Thursday, June 5, 2008

Qualifications for Studying Data Mining

A recent question . . .

I am hoping to begin my masters degree in Data Mining. I have come from a Software Development primary degree. I am a bit worried over the math involved in Data Mining.Could you tell me, do I need to have a strong mathematical aptitude to produce a good Thesis on Data Mining?

First, I think a software development background is a good foundation for data mining. Data mining is as much about data (and hence computers and databases) as it is about analysis (and hence statistics, probability, and math).

Michael and I are not academics so we cannot speak to the thesis requirements for a particular data mining program. Both of us majored in mathematics (many years ago) and then worked as software engineers. We do have some knowledge of both fields, and the combination provided a good foundation for our data mining work.

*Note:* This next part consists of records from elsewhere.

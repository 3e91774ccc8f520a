import { CUBIC_FOOT, INCH } from '@/lib/units/factors';
import type { CubicMetresPerSecond, GramsPerMole, MilligramsPerSecond } from '@/lib/units/quantity';
import { aboveZero, finite, fromZeroUp } from './domain';
import { fromOneUp } from './mixing';

/** US pint, m3: an eighth of a gallon of 231 cubic inches. */
const PINT = (231 * INCH ** 3) / 8;
/** The trade's 403, in ft³ of vapour a pint of liquid of specific gravity 1 and molar mass 1, as a pure number: 24 117. */
const VAPOUR = (403 * CUBIC_FOOT) / PINT;

/**
 * Air that holds an evaporating liquid at a concentration: in US units Q = 403e6 SG ER K / (M C), in SI units 24.1e6
 * SG ER K / (M C). Source: ACGIH Industrial Ventilation, 24th ed. (2001), ch. 2; the SI constant is often rounded to 24.
 * @param liquidRate L/s
 * @param specificGravity of the liquid, water is 1
 * @param molarMass g/mol
 * @param ppm the concentration to hold
 * @throws RangeError for a negative or endless amount, or mixing below 1
 */
export function evaporationAirflow(
  liquidRate: number,
  specificGravity: number,
  molarMass: GramsPerMole,
  ppm: number,
  mixing = 1,
): CubicMetresPerSecond {
  fromZeroUp({ liquidRate, specificGravity });
  aboveZero({ molarMass, ppm });
  fromOneUp(mixing);
  return finite(
    (VAPOUR * 1e6 * specificGravity * (liquidRate / 1000) * mixing) / (molarMass * ppm),
  ) as CubicMetresPerSecond;
}

/**
 * Mass of a liquid that evaporates: G = 1e6 SG ER, mg/s, a litre of water being 1 kg. Source: definition of specific gravity.
 * @param liquidRate L/s
 * @throws RangeError for a negative or endless amount
 */
export function evaporatedMass(liquidRate: number, specificGravity: number): MilligramsPerSecond {
  fromZeroUp({ liquidRate, specificGravity });
  return finite(1e6 * specificGravity * liquidRate) as MilligramsPerSecond;
}
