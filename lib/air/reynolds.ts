import type { Metres, MetresPerSecond } from '@/lib/units/quantity';
import type { Air } from './air-density';
import { fromZeroUp } from './domain';

/**
 * Reynolds number of the flow in a round duct: Re = ρ V D / μ, no unit. In standard air 66 400 D V (D in m, V in m/s).
 * Source: ASHRAE Fundamentals (2021), ch. 21, eq. 20 and 21.
 * @throws RangeError for a negative or endless amount
 */
export function reynoldsNumber(velocity: MetresPerSecond, diameter: Metres, air: Air): number {
  fromZeroUp({ velocity, diameter });
  return (air.density * velocity * diameter) / air.viscosity;
}
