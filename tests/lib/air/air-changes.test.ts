import fc from 'fast-check';
import { describe, expect, it } from 'vitest';
import { airChanges, airflowOfChanges } from '@/lib/air/air-changes';
import { cubicMetres, cubicMetresPerSecond } from '@/lib/units/quantity';
import { amount } from './arbitraries';

describe('air changes', () => {
  it('are volumes of the room an hour: 50 m3/h in 25 m3 is 2', () => {
    expect(airChanges(cubicMetresPerSecond(50 / 3600), cubicMetres(25))).toBeCloseTo(2, 12);
  });

  it('turn into the airflow that makes them, and back', () => {
    fc.assert(
      fc.property(amount(0, 100), amount(0.1, 1e4), (changes, volume) => {
        const airflow = airflowOfChanges(changes, cubicMetres(volume));
        expect(airChanges(airflow, cubicMetres(volume))).toBeCloseTo(changes, 10);
      }),
    );
  });

  it('are refused of no room', () => {
    expect(() => airChanges(cubicMetresPerSecond(1), cubicMetres(0))).toThrow(RangeError);
    expect(() => airChanges(cubicMetresPerSecond(-1), cubicMetres(1))).toThrow(RangeError);
    expect(() => airflowOfChanges(NaN, cubicMetres(1))).toThrow(RangeError);
  });
});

To be successful in data mining, you do need some familiarity with math, particularly applied math -- things like practical applications of probability, algebra, the ability to solve word problems, and the ability to use spreadsheets. Unlike theoretical statistics, the purpose of data mining is not to generate rigorous proofs of various theorems; the purpose is to find useful patterns in data, to validate hypotheses, to set up marketing tests. We need to know when patterns are unexpected, and when patterns are expected.

This is a good place to add a plug for my book Data Analysis Using SQL and Excel, which has two or three chapters devoted to practical statistics in the context of data analysis.

In short, if you are math-phobic, then you might want to reconsider data mining. If your challenges in math are solving complex integrals, then you don't have much to worry about.